Records drawn from a dataset:
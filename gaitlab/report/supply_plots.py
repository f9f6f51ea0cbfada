"""Pictures of the air supply: the pump's curve with the ring's demand on it, and the stroke of a syringe."""

from __future__ import annotations

from collections.abc import Sequence
from dataclasses import dataclass
from typing import Any

import numpy as np
from matplotlib.axes import Axes
from matplotlib.figure import Figure
from numpy.typing import NDArray

from gaitlab.report.style import BLUE, INK, MUTED, ORANGE, bare, new_figure, styled

FloatArray = NDArray[np.float64]
Curve = tuple[FloatArray, FloatArray]
KPA = 1e3
L_MIN = 60e3  # L/min per m³/s


@dataclass(frozen=True)
class PumpPicture:
    """Curves of gauge vacuum [Pa] and free-air flow [m³/s ANR]: the file's pump (None for a house line), the smallest pump that
    keeps the ring alive, the ring's own demand; the working point, and the smallest pump's free flow."""

    pump: Curve | None
    smallest: Curve
    ring: Curve
    working: tuple[float, float]
    smallest_free_m3_s: float


def pump_picture(picture: PumpPicture, *, title: str) -> Figure:
    """Where pump curve and demand meet is where the ring works; the dotted pump is the least that keeps it alive."""
    with styled():
        figure = new_figure(140.0, 95.0)
        axes = figure.subplots()
        if picture.pump is not None:
            _draw(axes, picture.pump, "pump of the robot file", color=BLUE, lw=2.0)
        name = f"smallest pump, {picture.smallest_free_m3_s * L_MIN:.2g} L/min free flow"
        _draw(axes, picture.smallest, name, color=MUTED, lw=1.4, ls=(0, (1, 1.5)))
        _draw(axes, picture.ring, "what the ring draws", color=ORANGE, lw=1.6, ls="--", marker="s", ms=4)
        vacuum, flow = picture.working
        name = f"working point: {flow * L_MIN:.2f} L/min at {vacuum / KPA:.1f} kPa"
        axes.plot(vacuum / KPA, flow * L_MIN, "o", ms=9, mfc="white", mec=INK, mew=1.8, label=name)
        axes.set_xlabel("gauge vacuum at the manifold, mean of a period (kPa)")
        axes.set_ylabel("free-air flow (L/min ANR)")
        axes.set_xlim(left=0.0)
        axes.set_ylim(bottom=0.0)
        axes.set_title(title)
        axes.legend(loc="upper right")
        bare(axes, grid="both")
    return figure


def _draw(axes: Axes, curve: Curve, label: str, **look: Any) -> None:
    axes.plot(curve[0] / KPA, curve[1] * L_MIN, label=label, **look)


def stroke_picture(cuts_s: Sequence[float], supply_Pa: Sequence[float], *, title: str) -> Figure:
    """A syringe's vacuum at each period's start, above the length of each period, to the last one."""
    with styled():
        figure = new_figure(140.0, 105.0)
        upper, lower = figure.subplots(2, 1, sharex=True)
        upper.plot(cuts_s, np.array(supply_Pa) / KPA, "o-", color=BLUE, ms=4)
        upper.annotate(
            f"last beat {cuts_s[-1]:.1f} s, {supply_Pa[-1] / KPA:.1f} kPa",
            (cuts_s[-1], supply_Pa[-1] / KPA),
            xytext=(-6, -14),
            textcoords="offset points",
            ha="right",
        )
        upper.set_ylabel("barrel vacuum (kPa)")
        upper.set_title(title)
        lower.plot(cuts_s[:-1], np.diff(cuts_s), "s--", color=ORANGE, ms=4)
        lower.set_ylabel("period (s)")
        lower.set_xlabel("time since the schedule began (s)")
        for axes in (upper, lower):
            axes.set_ylim(bottom=0.0)
            bare(axes, grid="both")
    return figure
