"""Pictures of the air side: flow through a channel over the pressure behind it, flow through a valve over its control."""

from __future__ import annotations

from collections.abc import Sequence
from dataclasses import dataclass

from matplotlib.axes import Axes
from matplotlib.figure import Figure

from gaitlab.report.style import BLUE, INK, MUTED, ORANGE, RULE, bare, new_figure, styled

KPA = 1e3
MG = 1e6
ROOM_ABOVE = 1.35  # the parabola leaves the picture at this share of the choked flow; chosen by us


@dataclass(frozen=True)
class DuctCurve:
    """Mass flow [kg/s] against downstream pressure [Pa absolute], rising in pressure, at one upstream pressure.

    `laminar_kg_s` is the fully laminar formula at the same pressures. Below `choking_Pa` the flow no longer changes.
    """

    title: str
    up_Pa: float
    down_Pa: Sequence[float]
    flow_kg_s: Sequence[float]
    laminar_kg_s: Sequence[float]
    choking_Pa: float
    point_down_Pa: float
    point_flow_kg_s: float


def duct_plot(curve: DuctCurve) -> Figure:
    """The curve, the choked range shaded, the asked-for point labelled; pressures in kPa absolute, flow in mg/s."""
    with styled():
        figure = new_figure(140, 92)
        ax = figure.subplots()
        down = [p / KPA for p in curve.down_Pa]
        ax.plot(
            down, [m * MG for m in curve.laminar_kg_s], color=MUTED, lw=1.2, ls=(0, (4, 3)), label="laminar formula"
        )
        ax.plot(down, [m * MG for m in curve.flow_kg_s], color=BLUE, lw=2.2, label="flow with friction and choking")
        ax.set_xlim(0.0, curve.up_Pa / KPA)
        ax.set_ylim(0.0, ROOM_ABOVE * MG * max(curve.flow_kg_s))
        ax.axvspan(0.0, curve.choking_Pa / KPA, color=RULE, alpha=0.55, lw=0, label="choked")
        _point(ax, curve)
        ax.set_xlabel(f"pressure behind the channel (kPa absolute), {curve.up_Pa / KPA:.5g} kPa before it")
        ax.set_ylabel("mass flow (mg/s)")
        ax.set_title(curve.title)
        figure.legend(loc="outside lower center", ncols=3)
        bare(ax, grid="both")
    return figure


def _point(ax: Axes, curve: DuctCurve) -> None:
    """The asked-for point, its label below the falling curve, where nothing else is drawn."""
    at, flow = curve.point_down_Pa / KPA, curve.point_flow_kg_s * MG
    ax.plot(at, flow, ls="", marker="o", ms=7, mfc="white", mec=ORANGE, mew=2, clip_on=False)
    left = at > 0.4 * curve.up_Pa / KPA
    ax.annotate(
        f"{flow:.4g} mg/s at {at:.4g} kPa",
        (at, flow),
        textcoords="offset points",
        xytext=(-9 if left else 9, -13),
        ha="right" if left else "left",
        color=INK,
    )


@dataclass(frozen=True)
class ValveCurve:
    """Measured points and fitted curve: control vacuum [kPa], flow [L/min ANR]; `opening_kPa` from start to full opening."""

    control_kPa: Sequence[float]
    flow_L_min: Sequence[float]
    fitted_kPa: Sequence[float]
    fitted_L_min: Sequence[float]
    opening_kPa: tuple[float, float]


def valve_plot(curve: ValveCurve) -> Figure:
    """Flow through a valve against its control vacuum, measured and fitted, with the range in which it opens shaded."""
    with styled():
        figure = new_figure(140, 92)
        ax = figure.subplots()
        ax.axvspan(*curve.opening_kPa, color=RULE, alpha=0.55, lw=0, label="opening")
        ax.plot(curve.fitted_kPa, curve.fitted_L_min, color=BLUE, lw=2.2, label="fitted law")
        ax.plot(
            curve.control_kPa,
            curve.flow_L_min,
            ls="",
            marker="o",
            ms=6,
            mfc="white",
            mec=ORANGE,
            mew=1.8,
            label="measured",
            clip_on=False,
            zorder=3,
        )
        ax.set_xlim(0.0, curve.fitted_kPa[-1])
        ax.set_ylim(0.0, 1.15 * max(*curve.flow_L_min, *curve.fitted_L_min))
        ax.set_xlabel("control vacuum (kPa gauge)")
        ax.set_ylabel("flow (L/min ANR)")
        start, end = curve.opening_kPa
        ax.set_title(f"Membrane valve: opens from {start:.3g} to {end:.3g} kPa")
        figure.legend(loc="outside lower center", ncols=3)
        bare(ax, grid="both")
    return figure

Requirement: The entire set of entries, and nothing else, should be set down exactly.

Expected answer:
filename gaitlab/report/supply_plots.py
repository f9f6f51ea0cbfada
"""Pictures of the air supply: the pump's curve with the ring's demand on it, and the stroke of a syringe."""

from __future__ import annotations

from collections.abc import Sequence
from dataclasses import dataclass
from typing import Any

import numpy as np
from matplotlib.axes import Axes
from matplotlib.figure import Figure
from numpy.typing import NDArray

from gaitlab.report.style import BLUE, INK, MUTED, ORANGE, bare, new_figure, styled

FloatArray = NDArray[np.float64]
Curve = tuple[FloatArray, FloatArray]
KPA = 1e3
L_MIN = 60e3  # L/min per m³/s


@dataclass(frozen=True)
class PumpPicture:
    """Curves of gauge vacuum [Pa] and free-air flow [m³/s ANR]: the file's pump (None for a house line), the smallest pump that
    keeps the ring alive, the ring's own demand; the working point, and the smallest pump's free flow."""

    pump: Curve | None
    smallest: Curve
    ring: Curve
    working: tuple[float, float]
    smallest_free_m3_s: float


def pump_picture(picture: PumpPicture, *, title: str) -> Figure:
    """Where pump curve and demand meet is where the ring works; the dotted pump is the least that keeps it alive."""
    with styled():
        figure = new_figure(140.0, 95.0)
        axes = figure.subplots()
        if picture.pump is not None:
            _draw(axes, picture.pump, "pump of the robot file", color=BLUE, lw=2.0)
        name = f"smallest pump, {picture.smallest_free_m3_s * L_MIN:.2g} L/min free flow"
        _draw(axes, picture.smallest, name, color=MUTED, lw=1.4, ls=(0, (1, 1.5)))
        _draw(axes, picture.ring, "what the ring draws", color=ORANGE, lw=1.6, ls="--", marker="s", ms=4)
        vacuum, flow = picture.working
        name = f"working point: {flow * L_MIN:.2f} L/min at {vacuum / KPA:.1f} kPa"
        axes.plot(vacuum / KPA, flow * L_MIN, "o", ms=9, mfc="white", mec=INK, mew=1.8, label=name)
        axes.set_xlabel("gauge vacuum at the manifold, mean of a period (kPa)")
        axes.set_ylabel("free-air flow (L/min ANR)")
        axes.set_xlim(left=0.0)
        axes.set_ylim(bottom=0.0)
        axes.set_title(title)
        axes.legend(loc="upper right")
        bare(axes, grid="both")
    return figure


def _draw(axes: Axes, curve: Curve, label: str, **look: Any) -> None:
    axes.plot(curve[0] / KPA, curve[1] * L_MIN, label=label, **look)


def stroke_picture(cuts_s: Sequence[float], supply_Pa: Sequence[float], *, title: str) -> Figure:
    """A syringe's vacuum at each period's start, above the length of each period, to the last one."""
    with styled():
        figure = new_figure(140.0, 105.0)
        upper, lower = figure.subplots(2, 1, sharex=True)
        upper.plot(cuts_s, np.array(supply_Pa) / KPA, "o-", color=BLUE, ms=4)
        upper.annotate(
            f"last beat {cuts_s[-1]:.1f} s, {supply_Pa[-1] / KPA:.1f} kPa",
            (cuts_s[-1], supply_Pa[-1] / KPA),
            xytext=(-6, -14),
            textcoords="offset points",
            ha="right",
        )
        upper.set_ylabel("barrel vacuum (kPa)")
        upper.set_title(title)
        lower.plot(cuts_s[:-1], np.diff(cuts_s), "s--", color=ORANGE, ms=4)
        lower.set_ylabel("period (s)")
        lower.set_xlabel("time since the schedule began (s)")
        for axes in (upper, lower):
            axes.set_ylim(bottom=0.0)
            bare(axes, grid="both")
    return figure
"""Pictures of the air side: flow through a channel over the pressure behind it, flow through a valve over its control."""

from __future__ import annotations

from collections.abc import Sequence
from dataclasses import dataclass

from matplotlib.axes import Axes
from matplotlib.figure import Figure

from gaitlab.report.style import BLUE, INK, MUTED, ORANGE, RULE, bare, new_figure, styled

KPA = 1e3
MG = 1e6
ROOM_ABOVE = 1.35  # the parabola leaves the picture at this share of the choked flow; chosen by us


@dataclass(frozen=True)
class DuctCurve:
    """Mass flow [kg/s] against downstream pressure [Pa absolute], rising in pressure, at one upstream pressure.

    `laminar_kg_s` is the fully laminar formula at the same pressures. Below `choking_Pa` the flow no longer changes.
    """

    title: str
    up_Pa: float
    down_Pa: Sequence[float]
    flow_kg_s: Sequence[float]
    laminar_kg_s: Sequence[float]
    choking_Pa: float
    point_down_Pa: float
    point_flow_kg_s: float


def duct_plot(curve: DuctCurve) -> Figure:
    """The curve, the choked range shaded, the asked-for point labelled; pressures in kPa absolute, flow in mg/s."""
    with styled():
        figure = new_figure(140, 92)
        ax = figure.subplots()
        down = [p / KPA for p in curve.down_Pa]
        ax.plot(
            down, [m * MG for m in curve.laminar_kg_s], color=MUTED, lw=1.2, ls=(0, (4, 3)), label="laminar formula"
        )
        ax.plot(down, [m * MG for m in curve.flow_kg_s], color=BLUE, lw=2.2, label="flow with friction and choking")
        ax.set_xlim(0.0, curve.up_Pa / KPA)
        ax.set_ylim(0.0, ROOM_ABOVE * MG * max(curve.flow_kg_s))
        ax.axvspan(0.0, curve.choking_Pa / KPA, color=RULE, alpha=0.55, lw=0, label="choked")
        _point(ax, curve)
        ax.set_xlabel(f"pressure behind the channel (kPa absolute), {curve.up_Pa / KPA:.5g} kPa before it")
        ax.set_ylabel("mass flow (mg/s)")
        ax.set_title(curve.title)
        figure.legend(loc="outside lower center", ncols=3)
        bare(ax, grid="both")
    return figure


def _point(ax: Axes, curve: DuctCurve) -> None:
    """The asked-for point, its label below the falling curve, where nothing else is drawn."""
    at, flow = curve.point_down_Pa / KPA, curve.point_flow_kg_s * MG
    ax.plot(at, flow, ls="", marker="o", ms=7, mfc="white", mec=ORANGE, mew=2, clip_on=False)
    left = at > 0.4 * curve.up_Pa / KPA
    ax.annotate(
        f"{flow:.4g} mg/s at {at:.4g} kPa",
        (at, flow),
        textcoords="offset points",
        xytext=(-9 if left else 9, -13),
        ha="right" if left else "left",
        color=INK,
    )


@dataclass(frozen=True)
class ValveCurve:
    """Measured points and fitted curve: control vacuum [kPa], flow [L/min ANR]; `opening_kPa` from start to full opening."""

    control_kPa: Sequence[float]
    flow_L_min: Sequence[float]
    fitted_kPa: Sequence[float]
    fitted_L_min: Sequence[float]
    opening_kPa: tuple[float, float]


def valve_plot(curve: ValveCurve) -> Figure:
    """Flow through a valve against its control vacuum, measured and fitted, with the range in which it opens shaded."""
    with styled():
        figure = new_figure(140, 92)
        ax = figure.subplots()
        ax.axvspan(*curve.opening_kPa, color=RULE, alpha=0.55, lw=0, label="opening")
        ax.plot(curve.fitted_kPa, curve.fitted_L_min, color=BLUE, lw=2.2, label="fitted law")
        ax.plot(
            curve.control_kPa,
            curve.flow_L_min,
            ls="",
            marker="o",
            ms=6,
            mfc="white",
            mec=ORANGE,
            mew=1.8,
            label="measured",
            clip_on=False,
            zorder=3,
        )
        ax.set_xlim(0.0, curve.fitted_kPa[-1])
        ax.set_ylim(0.0, 1.15 * max(*curve.flow_L_min, *curve.fitted_L_min))
        ax.set_xlabel("control vacuum (kPa gauge)")
        ax.set_ylabel("flow (L/min ANR)")
        start, end = curve.opening_kPa
        ax.set_title(f"Membrane valve: opens from {start:.3g} to {end:.3g} kPa")
        figure.legend(loc="outside lower center", ncols=3)
        bare(ax, grid="both")
    return figure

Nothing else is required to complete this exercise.